9:15 GMT, Wednesday, 3 September 2008 10:15 UK Cholesterol drug cancer warning Patients have been urged to keep taking a cholesterol-lowering treatment despite a study linking it to higher cancer risk.
A New England Journal of Medicine study linked inergy, a combination of two drugs, to a 50% rise in cancer cases.
However, other experts said the results were likely to be an "anomaly".
There have been 300,000 prescriptions in England and Wales over two years, and patients were told to contact their GP if they had worries.
"There is no suggestion that statins increase the risk of cancer" Dr Mike Knapton British Heart Foundation
The drug watchdog, the National Institute for Health and Clinical Excellence (NICE) approved wider use of the drug, which includes the statin, simvastatin and a newer non-statin drug called ezetimibe, last November for patients with high levels of cholesterol.
However, the small-scale study, carried out by doctors at Ulleval University Hospital in Oslo, also cast doubts on its efficacy.

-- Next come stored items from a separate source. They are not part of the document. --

#[tokio::test]
async fn run_cancelled_before_it_starts_still_writes_what_was_queued() {
    let (_dir, history) = fresh().await;
    let (sender, writer) = history.writer(settings(100), None);
    for k in 0..50 {
        sender.sample(sample("boiler", k, &[]));
    }
    sender.event(event(1, None, "stop", "system"));
    let cancel = CancellationToken::new();
    cancel.cancel();
    writer.run(cancel).await;
    assert_eq!((count(&history, "samples").await, count(&history, "events").await), (50, 1));
}

/// Loop `name`'s samples, one per second from `from_ms` for `n` seconds, written.
async fn record(writer: &mut Writer, sender: &HistorySender, name: &str, from_ms: i64, n: i64) {
    for start in (0..n).step_by(4000) {
        for k in start..n.min(start + 4000) {
            let mut s = sample(name, from_ms + k * 1000, &[("u", k as f64, 2.0 * k as f64, 0.0)]);
            s.objective = Some((k % 60) as f64);
            assert!(sender.sample(s));
        }
        writer.step().await.unwrap().unwrap();
    }
}

async fn roll_up_all(writer: &mut Writer, now: i64) {
    while writer.roll_up_step(now).await.unwrap() {}
}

The scientists compared the number of cancers arising in patients taking the drug with the number which developed in those given a "placebo" or "dummy" pill, over a four year period.
There were a total of 105 cancer cases among Inergy patients,
compared with 70 in the placebo group.
The cancers in both groups were not just one type, but a wide variety, with the difference most obvious in prostate and skin cancers.
An editorial in the journal suggested that more data was needed to rule out the possibility that the drug was to blame, citing the fact that ezetimibe appeared to affect the absorption of molecules involved in the growth of cancer cells. Chance finding
However, Professor Terje Pederson, the lead author of the study, said that the study findings could simply be due to random chance.
An analysis by Oxford University, which combined these findings with those from other similar studies, found no overall evidence that the drug caused cancer.
This view was backed by the British Heart Foundation, which said that it was important that patients taking statins continued to do so unless told to stop by their doctor.
Dr Mike Knapton, from the charity, said:"There is no suggestion that statins increase the risk of cancer.
"The data from the big trials are encouraging but the evidence is not yet conclusive, because many of the patients studied have been followed-up for a relatively short period of time so far."
However, he added: "Because one study did show a cancer risk, it is crucial that others continue and are monitored closely to definitively confirm or refute any link."
"If you have been prescribed ezetimibe you should continue to take it. If you have concerns about side effects of this or other medication, you should talk to your doctor to weigh up the risks and benefits."
A spokesman for pharmaceutical company Merck Schering-Plough, which makes Inergy, said that it believed the findings were an "anomaly", but it was working to examine the study further.